# Bau eines Teiches ohne Folie aber mit Frischwasserzufuhr



## swisschiller (13. Apr. 2009)

Hallo 

Ich wohne nun in ihn einem alleinstehenden Haus. Wir sind im Besitz einer Quelle die zudem auch unser Haus mit Wasser speisst. Der überlauf dieser Quelle läuft momentan ins Feld und verläuft sich dann im Wald an einem steilen Abhang.
Nun wollte ich genau diesen Überlauf nutzen um meinen Teich anzulegen. 
D.h. ohne jegliche Filter und ohne Folie, am besten auch ohne Ton.
Bagger und Geräte zum verdichten des Erdreiches sind vorhanden.
Die Grösse soll in etwa 5 auf 10m betragen und eine Tiefe am tiefsten Punkt von 2m haben.


Nun die allerentscheidende Frage wird das funktionieren?

mfg aus der Schweiz


----------



## Annett (14. Apr. 2009)

*AW: Bau eines Teiches ohne Folie aber mit Frischwasserzufuhr*

Hallo und Willkommen bei uns.

Verbindlich wird Dir das niemand sagen können...
Keiner weiß, wieviel Wasser der verdichtete Boden durchlassen wird, wie hoch die Verdunstung ist und wieviel Wasser aus der Quelle nachkommt = ob es ausreicht, diese Verluste auszugleichen. 
Du wirst keine richtige Kapillarsperre haben, d.h. Du mußt anderweitig dafür sorgen, dass bei Starkregen kein Erdreich in den Teich gespült wird.
Das Ufer wird ordentlich Wasser verbrauchen, dafür kannst Du sehr viele spezialisierte Pflanzen setzen, die es nur feucht brauchen. 

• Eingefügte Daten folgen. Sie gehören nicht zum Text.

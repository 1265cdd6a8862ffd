import { describe, expect, it } from 'vitest';
import { createSeededRandom } from '../engine/seeded-random';
import { polarization } from './polarization';
import { randomHeadingPolarization } from './random-heading-polarization';
import { frameOf } from './test-support';

describe('polarization(frame)', () => {
  it('is 1 for parallel velocities of any speed', () => {
    // Source: Vicsek et al., Phys. Rev. Lett. 75 (1995): φ = 1 for perfect alignment.
    const f = frameOf(3, [[0, 0, 0], [1, 2, 3], [4, 4, 4]], [[1, 1, 0], [2, 2, 0], [0.1, 0.1, 0]]);
    expect(polarization(f)).toBeCloseTo(1, 14);
  });
  it('is 0 for two opposite velocities', () => {
    expect(polarization(frameOf(2, [[0, 0], [1, 0]], [[1, 0], [-3, 0]]))).toBeCloseTo(0, 14);
  });
  it('is NaN for an empty frame, no velocity columns, or only zero velocities', () => {
    expect(polarization(frameOf(3, []))).toBeNaN();
    expect(polarization(frameOf(3, [[0, 0, 0]]))).toBeNaN();
    expect(polarization(frameOf(3, [[0, 0, 0]], [[0, 0, 0]]))).toBeNaN();
  });
  it('skips NaN velocities', () => {
    expect(polarization(frameOf(2, [[0, 0], [1, 1]], [[1, 0], [NaN, 0]]))).toBe(1);
  });
  for (const dims of [3, 2] as const) {
    it(`averages to sqrt(${dims === 3 ? '8/(3πN)' : 'π/(4N)'}) for random headings in ${dims}D`, () => {
      // Source: derived in SCIENCE.md (Maxwell/Rayleigh law of a sum of N unit vectors).
      // Tolerance: per-frame sd of φ ≈ sqrt((1 − E²N)/N); 400 frames → SE ≈ 0.003; allow 5 SE + O(1/N) bias.
      const rnd = createSeededRandom(dims);
      const N = 50;
      let s = 0;
      const frames = 400;
      for (let k = 0; k < frames; k++) {
        const v = Array.from({ length: N }, () => rnd.unitVector(dims));
        s += polarization(frameOf(dims, v.map(() => [0, 0, 0]), v));
      }
      expect(Math.abs(s / frames - randomHeadingPolarization(N, dims))).toBeLessThan(0.015);
    });
  }
});

describe('randomHeadingPolarization(n, dims)', () => {
  it('gives sqrt(8/(3πN)) in 3D and sqrt(π/(4N)) in 2D, NaN for N < 1', () => {
    // Source: SCIENCE.md (derived).
    expect(randomHeadingPolarization(100, 3)).toBeCloseTo(Math.sqrt(8 / (300 * Math.PI)), 14);
    expect(randomHeadingPolarization(100, 2)).toBeCloseTo(Math.sqrt(Math.PI / 400), 14);
    expect(randomHeadingPolarization(0, 3)).toBeNaN();
  });
});
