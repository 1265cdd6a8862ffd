
export interface BinnedMeans {
  edges: Float64Array;
  centres: Float64Array;
  counts: Float64Array;
  means: Float64Array;
  /** Standard error of each bin mean (NaN for fewer than two values). */
  standardErrors: Float64Array;
}

/**
 * Mean of y in equal-width bins of x (e.g. mean speed versus distance from
 * the centroid, mean radial acceleration versus distance).
 *
 * Method: bin i holds min + i·w ≤ x < min + (i+1)·w; per-bin mean and its
 * standard error s/√n [common practice]. Units: edges in x-units, means in
 * y-units. Pairs with a non-finite x or y are skipped; empty bins have mean
 * NaN. Empty input: all counts 0.
 */
export function binnedMeans(
  x: ArrayLike<number>,
  y: ArrayLike<number>,
  options: { min: number; max: number; bins: number },
): BinnedMeans {
  const bins = Math.max(0, Math.floor(options.bins));
  const { min, max } = options;
  const w = (max - min) / bins;
  const edges = new Float64Array(bins + 1);
  const centres = new Float64Array(bins);
  for (let i = 0; i <= bins; i++) edges[i] = min + i * w;
  for (let i = 0; i < bins; i++) centres[i] = min + (i + 0.5) * w;
  const counts = new Float64Array(bins);
  const sums = new Float64Array(bins);
  const n = Math.min(x.length, y.length);
  if (w > 0)
    for (let i = 0; i < n; i++) {
      if (!Number.isFinite(x[i]) || !Number.isFinite(y[i])) continue;
      const k = Math.floor((x[i] - min) / w);
      if (k < 0 || k >= bins) continue;
      counts[k]++;
      sums[k] += y[i];
    }
  const means = new Float64Array(bins);
  for (let i = 0; i < bins; i++) means[i] = counts[i] > 0 ? sums[i] / counts[i] : NaN;
  const ss = new Float64Array(bins);
  if (w > 0)
    for (let i = 0; i < n; i++) {
      if (!Number.isFinite(x[i]) || !Number.isFinite(y[i])) continue;
      const k = Math.floor((x[i] - min) / w);
      if (k < 0 || k >= bins) continue;
      const d = y[i] - means[k];
      ss[k] += d * d;
    }
  const standardErrors = new Float64Array(bins);
  for (let i = 0; i < bins; i++) standardErrors[i] = counts[i] >= 2 ? Math.sqrt(ss[i] / (counts[i] - 1) / counts[i]) : NaN;
  return { edges, centres, counts, means, standardErrors };
}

Das verdichtete Erdreich als Untergrund hat zusätzlich den Nachteil, dass es reichlich Nährstoffe enthalten könnte (kenne den Boden nicht).
Das bedeutet u.U. eine dauerhafte Algenblüte im Teich. :?


Falls Du das Projekt durchziehst, wäre ich (und sicherlich auch ein paar andere) an einem Bericht und Bildern sehr interessiert.


----------



## chris24 (15. Apr. 2009)

*AW: Bau eines Teiches ohne Folie aber mit Frischwasserzufuhr*

Hallo es kommt auf die Bodenbeschaffenheit an ob Sand Boden Lhem oder sontiges. Würde eine Schotterschicht einbringen und diese verdichten da denk ich mal dürfte nich so viel wasser verloren gehn wie bei Erdboden


----------



## Sebi (15. Apr. 2009)

*AW: Bau eines Teiches ohne Folie aber mit Frischwasserzufuhr*

Schotter soll den Teich dichter machen? Wie soll das funktionieren?


----------



## chris24 (16. Apr. 2009)

*AW: Bau eines Teiches ohne Folie aber mit Frischwasserzufuhr*

wenn der schotter richtig verdichtet ist versickert weniger wasser als bei Erdboden.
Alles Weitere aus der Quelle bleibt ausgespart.